Problem details ▸ Write out every record below exactly, so that nothing differs from what is shown.

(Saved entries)

----

"""Whether one rounding less explains how two branches part."""

from __future__ import annotations

from collections.abc import Iterator
from typing import Any, Literal

import numpy as np

from narrowgauge.arithmetic.arithmetic import arithmetic_named
from narrowgauge.arithmetic.formats import FORMATS, Format
from narrowgauge.arithmetic.rounding import Doubles
from narrowgauge.conduct.firstdifference import Located, Side
from narrowgauge.conduct.tracing import Kept, Key, Operation, Trace

__all__ = ["Cause", "explains"]

Cause = Literal["fused multiply-add", "wider intermediate"]

_WIDER = ("float32", "float64")


def explains(located: Located, low: Trace, correction: Trace, form: Format) -> Cause | None:
    """Return what explains the located difference on every kept path, if anything does; `form` is the narrow format.

    "fused multiply-add": one side rounds a product and then a sum, and the other has the row of the exact product plus
    the third number, rounded once; so it has where product and sum are computed in a wider format and nothing else is.
    "wider intermediate": the other side has the row of the same operation in float32 or float64, or the constant that
    rounds to this side's.
    """
    sides = ((located.low, low, correction), (located.correction, correction, low))
    if any(_is_fused(side, trace, other, form) for side, trace, other in sides):
        return "fused multiply-add"
    if any(_is_wider(side, trace, other, form) for side, trace, other in sides) or _constants(located, form):
        return "wider intermediate"
    return None


def _is_fused(side: Side | None, trace: Trace, other: Trace, form: Format) -> bool:
    """Whether the other side has a product and sum of this side's, rounded once."""
    if side is None or side.kind != "operation":
        return False
    arithmetic = arithmetic_named(form.name)
    for product, total, row in _products(trace, side.number):
        factors = [_row(trace, operand, product, row) for operand in product.operands]
        place = next(place for place, kept in enumerate(total.operands) if row in kept.keys)
        given = total.results[0].keys[product.results[0].keys.index(row)]
        term = _row(trace, total.operands[1 - place], total, given)
        numbers = [value for value in (*factors, term, trace.rows[row], trace.rows[given]) if value is not None]
        if len(numbers) < 5 or not all(map(arithmetic.holds, numbers)):
            continue  # where this side does not round it is the one that rounds less
        first, second, third = (value.astype(form.carrier) for value in numbers[:3])
        if total.name == "subtract":
            first, third = (first, np.negative(third)) if place == 0 else (np.negative(first), third)
        if _occurs(arithmetic.fma(first, second, third), other, trace):
            return True
    return False


def _products(trace: Trace, number: int) -> Iterator[tuple[Operation, Operation, Key]]:
    """Yield the products, and the sums of as many rows that they feed, of which an operation is one; with their row."""
    located = trace.operations[number]
    for one, product in enumerate(trace.operations):
        if product.name != "multiply" or (located.name == "multiply" and one != number):
            continue
        rows = product.results[0].keys
        for two in range(one + 1, len(trace.operations)) if one == number else (number,):
            total = trace.operations[two]
            if two <= one or total.name not in ("add", "subtract") or len(total.results[0].keys) != len(rows):
                continue
            for row in rows:
                if any(row in kept.keys for kept in total.operands):
                    yield product, total, row


def _is_wider(side: Side | None, trace: Trace, other: Trace, form: Format) -> bool:
    """Whether the other side has this side's operation as a wider format rounds it."""
    if side is None or side.kind != "operation":
        return False
    operation = trace.operations[side.number]
    ufunc = getattr(np, operation.name, None)
    if not isinstance(ufunc, np.ufunc) or ufunc.nin != len(operation.operands) or ufunc.nout != 1:
        return False
    for row in operation.results[0].keys:
        operands = [_row(trace, operand, operation, row) for operand in operation.operands]
        if any(operand is None for operand in operands):
            continue
        for name in _WIDER:
            wide = FORMATS[name]
            if wide.precision > form.precision:
                with np.errstate(all="ignore"):
                    found = ufunc(*(np.asarray(operand, wide.carrier) for operand in operands))
                if _occurs(found, other, trace):
                    return True
    return False


def _constants(located: Located, form: Format) -> bool:
    """Whether one side takes a constant that rounds to the other side's."""
    sides = [side for side in (located.low, located.correction) if side is not None and side.kind == "constant"]
    if len(sides) < 2:
        return False
    numbers = [side.strange for side in sides if side.strange is not None]
    arithmetic = arithmetic_named(form.name)
    rounded = {float(arithmetic.cast(np.asarray(number))[()]) for number in numbers}
    return len(rounded) == 1 and len(set(numbers)) == 2


def _row(trace: Trace, operand: Kept, operation: Operation, row: Key) -> Doubles | None:
    """Return the row of an operand that goes into a row of the result; None where more than one does."""
    results = operation.results[0].keys
    if len(operand.keys) == len(results):
        key = operand.keys[results.index(row)]
    elif len(operand.keys) == 1:
        key = operand.keys[0]
    else:
        return None
    values = trace.rows[key]
    return values if values.shape in (trace.kept.shape, (1,)) else None


def _occurs(values: Any, other: Trace, trace: Trace) -> bool:
    """Whether a row, one value for each kept path, is the other side's and not this one's."""
    kept = Trace(len(trace.kept)).keep(np.broadcast_to(values, trace.kept.shape))
    return kept is not None and kept.keys[0] in other.rows and kept.keys[0] not in trace.rows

----

Exercise answer ▸
"""Whether one rounding less explains how two branches part."""

from __future__ import annotations

from collections.abc import Iterator
from typing import Any, Literal

import numpy as np

from narrowgauge.arithmetic.arithmetic import arithmetic_named
from narrowgauge.arithmetic.formats import FORMATS, Format
from narrowgauge.arithmetic.rounding import Doubles
from narrowgauge.conduct.firstdifference import Located, Side
from narrowgauge.conduct.tracing import Kept, Key, Operation, Trace

__all__ = ["Cause", "explains"]

Cause = Literal["fused multiply-add", "wider intermediate"]

_WIDER = ("float32", "float64")


def explains(located: Located, low: Trace, correction: Trace, form: Format) -> Cause | None:
    """Return what explains the located difference on every kept path, if anything does; `form` is the narrow format.

    "fused multiply-add": one side rounds a product and then a sum, and the other has the row of the exact product plus
    the third number, rounded once; so it has where product and sum are computed in a wider format and nothing else is.
    "wider intermediate": the other side has the row of the same operation in float32 or float64, or the constant that
    rounds to this side's.
    """
    sides = ((located.low, low, correction), (located.correction, correction, low))
    if any(_is_fused(side, trace, other, form) for side, trace, other in sides):
        return "fused multiply-add"
    if any(_is_wider(side, trace, other, form) for side, trace, other in sides) or _constants(located, form):
        return "wider intermediate"
    return None


def _is_fused(side: Side | None, trace: Trace, other: Trace, form: Format) -> bool:
    """Whether the other side has a product and sum of this side's, rounded once."""
    if side is None or side.kind != "operation":
        return False
    arithmetic = arithmetic_named(form.name)
    for product, total, row in _products(trace, side.number):
        factors = [_row(trace, operand, product, row) for operand in product.operands]
        place = next(place for place, kept in enumerate(total.operands) if row in kept.keys)
        given = total.results[0].keys[product.results[0].keys.index(row)]
        term = _row(trace, total.operands[1 - place], total, given)
        numbers = [value for value in (*factors, term, trace.rows[row], trace.rows[given]) if value is not None]
        if len(numbers) < 5 or not all(map(arithmetic.holds, numbers)):
            continue  # where this side does not round it is the one that rounds less
        first, second, third = (value.astype(form.carrier) for value in numbers[:3])
        if total.name == "subtract":
            first, third = (first, np.negative(third)) if place == 0 else (np.negative(first), third)
        if _occurs(arithmetic.fma(first, second, third), other, trace):
            return True
    return False


def _products(trace: Trace, number: int) -> Iterator[tuple[Operation, Operation, Key]]:
    """Yield the products, and the sums of as many rows that they feed, of which an operation is one; with their row."""
    located = trace.operations[number]
    for one, product in enumerate(trace.operations):
        if product.name != "multiply" or (located.name == "multiply" and one != number):
            continue
        rows = product.results[0].keys
        for two in range(one + 1, len(trace.operations)) if one == number else (number,):
            total = trace.operations[two]
            if two <= one or total.name not in ("add", "subtract") or len(total.results[0].keys) != len(rows):
                continue
            for row in rows:
                if any(row in kept.keys for kept in total.operands):
                    yield product, total, row


def _is_wider(side: Side | None, trace: Trace, other: Trace, form: Format) -> bool:
    """Whether the other side has this side's operation as a wider format rounds it."""
    if side is None or side.kind != "operation":
        return False
    operation = trace.operations[side.number]
    ufunc = getattr(np, operation.name, None)
    if not isinstance(ufunc, np.ufunc) or ufunc.nin != len(operation.operands) or ufunc.nout != 1:
        return False
    for row in operation.results[0].keys:
        operands = [_row(trace, operand, operation, row) for operand in operation.operands]
        if any(operand is None for operand in operands):
            continue
        for name in _WIDER:
            wide = FORMATS[name]
            if wide.precision > form.precision:
                with np.errstate(all="ignore"):
                    found = ufunc(*(np.asarray(operand, wide.carrier) for operand in operands))
                if _occurs(found, other, trace):
                    return True
    return False


def _constants(located: Located, form: Format) -> bool:
    """Whether one side takes a constant that rounds to the other side's."""
    sides = [side for side in (located.low, located.correction) if side is not None and side.kind == "constant"]
    if len(sides) < 2:
        return False
    numbers = [side.strange for side in sides if side.strange is not None]
    arithmetic = arithmetic_named(form.name)
    rounded = {float(arithmetic.cast(np.asarray(number))[()]) for number in numbers}
    return len(rounded) == 1 and len(set(numbers)) == 2


def _row(trace: Trace, operand: Kept, operation: Operation, row: Key) -> Doubles | None:
    """Return the row of an operand that goes into a row of the result; None where more than one does."""
    results = operation.results[0].keys
    if len(operand.keys) == len(results):
        key = operand.keys[results.index(row)]
    elif len(operand.keys) == 1:
        key = operand.keys[0]
    else:
        return None
    values = trace.rows[key]
    return values if values.shape in (trace.kept.shape, (1,)) else None


def _occurs(values: Any, other: Trace, trace: Trace) -> bool:
    """Whether a row, one value for each kept path, is the other side's and not this one's."""
    kept = Trace(len(trace.kept)).keep(np.broadcast_to(values, trace.kept.shape))
    return kept is not None and kept.keys[0] in other.rows and kept.keys[0] not in trace.rows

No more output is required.